## ACTIVITY
Whenever a line carries the word "bool", pull it out of the entries.

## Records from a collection
● ● ● ● ● ● ●

"""What an earlier run wrote into a MusicXML file, found by its marks and taken out again.

Everything added bears an `id` that begins with "retune-", but for what stands inside elements
of the user's: that is known by the field "retune" among the file's miscellaneous ones.
"""

from __future__ import annotations

import re

from retune.adapters.xml import Element
from retune.adapters.xml_editing import EditedDocument
from retune.limits import Limits

FIELD = "retune"
"""Name of the miscellaneous field that says that the file bears additions, and which."""

LABEL, CHORD, PLAY, SEPTIMAL = "cents", "chord", "play", "septimal"
CENTS_TYPE = "cents"
COMMA_SIGNS = "comma accidentals"
"""What the field says where arrows were added."""

ADDED_SIGN = {"cautionary": "no", "editorial": "no"}
"""What an accidental bears that was not there before: both say what holds anyway."""

_OURS = re.compile(rf"{FIELD}-({LABEL}|{CHORD}|{PLAY}|{SEPTIMAL})-\d+")
_CENTS = re.compile(rf"{CENTS_TYPE}( pass \d+)?( after \d+(/\d+)?)?")
_ARROWS = re.compile(r"accidental\w+Arrows?(Up|Down)")
_TAGS = ("direction", "play", "notations")


def identity(kind: str, number: int) -> str:
    """The id of something added."""
    return f"{FIELD}-{kind}-{number}"


def cents_type(number: int, after: object) -> str:
    """The type of a played pitch: which pass, from 1, and quarter notes from the notehead.

    >>> cents_type(1, 0), cents_type(2, "3/2")
    ('cents', 'cents pass 2 after 3/2')
    """
    passing = f" pass {number}" if number > 1 else ""
    return f"{CENTS_TYPE}{passing}{f' after {after}' if after else ''}"


def has_comma_signs(root: Element) -> bool:
    """Whether a score has accidentals with arrows that name their glyph."""
    return any(
        _ARROWS.fullmatch(sign.get("smufl") or "") for sign in root.iterfind(".//accidental")
    )


def without_additions(data: bytes, limits: Limits) -> tuple[bytes, bool]:
    """A score as it was before an earlier run, and whether labels may be left in it.

    They are where the file says that it was labelled, but bears no mark of a label any more: a
    program that saved it has dropped the marks.

    Parameters
    ----------
    data : bytes
        MusicXML, not compressed.
    """
    if not any(FIELD.encode(form) in data for form in ("utf-8", "utf-16-le", "utf-16-be")):
        return data, False
    document = EditedDocument(data, limits)
    fields = [
        field
        for field in document.root.iterfind("identification/miscellaneous/miscellaneous-field")
        if field.get("name") == FIELD
    ]
    removed = {
        id(element): element
        for tag in _TAGS
        for element in document.root.iterfind(f".//{tag}")
        if _OURS.fullmatch(element.get("id") or "")
    }
    labels = any(f"-{LABEL}-" in (one.get("id") or "") for one in removed.values())
    if fields:
        for play in document.root.iterfind(".//note/play"):
            if id(play) not in removed:
                removed |= {id(one): one for one in play.findall("other-play") if _is_cents(one)}
        if any(COMMA_SIGNS in (field.text or "") for field in fields):
            removed |= _without_arrows(document)
    if fields:
        box = _box(document.root, fields)
        removed |= {id(one): one for one in box}
    for element in removed.values():
        document.remove(element)
    return document.result(), bool(fields) and not labels


def _box(root: Element, fields: list[Element]) -> list[Element]:
    """The fields, or what holds nothing else."""
    miscellaneous = root.find("identification/miscellaneous")
    identification = root.find("identification")
    assert miscellaneous is not None, "it holds the fields"
    assert identification is not None, "it holds the fields"
    if len(list(miscellaneous)) > len(fields):
        return fields
    return [miscellaneous if len(list(identification)) > 1 else identification]


def _is_cents(play: Element) -> bool:
    return _CENTS.fullmatch(play.get("type") or "") is not None


def is_added_sign(sign: Element) -> bool:
    """Whether an accidental looks as those that are added where the file has none."""
    return all(sign.get(name) == value for name, value in ADDED_SIGN.items())


def _without_arrows(document: EditedDocument) -> dict[int, Element]:
    """Take glyph names off accidentals; those that are there for their arrows alone go."""
    added: dict[int, Element] = {}
    for sign in document.root.iterfind(".//note/accidental"):
        if _ARROWS.fullmatch(sign.get("smufl") or ""):
            if is_added_sign(sign):
                added[id(sign)] = sign
            else:
                document.remove_attribute(sign, "smufl")
    return added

● ● ● ● ● ● ●

## OUTPUT OF THE EXERCISE
def has_comma_signs(root: Element) -> bool:
def without_additions(data: bytes, limits: Limits) -> tuple[bytes, bool]:
    return document.result(), bool(fields) and not labels
def _is_cents(play: Element) -> bool:
def is_added_sign(sign: Element) -> bool:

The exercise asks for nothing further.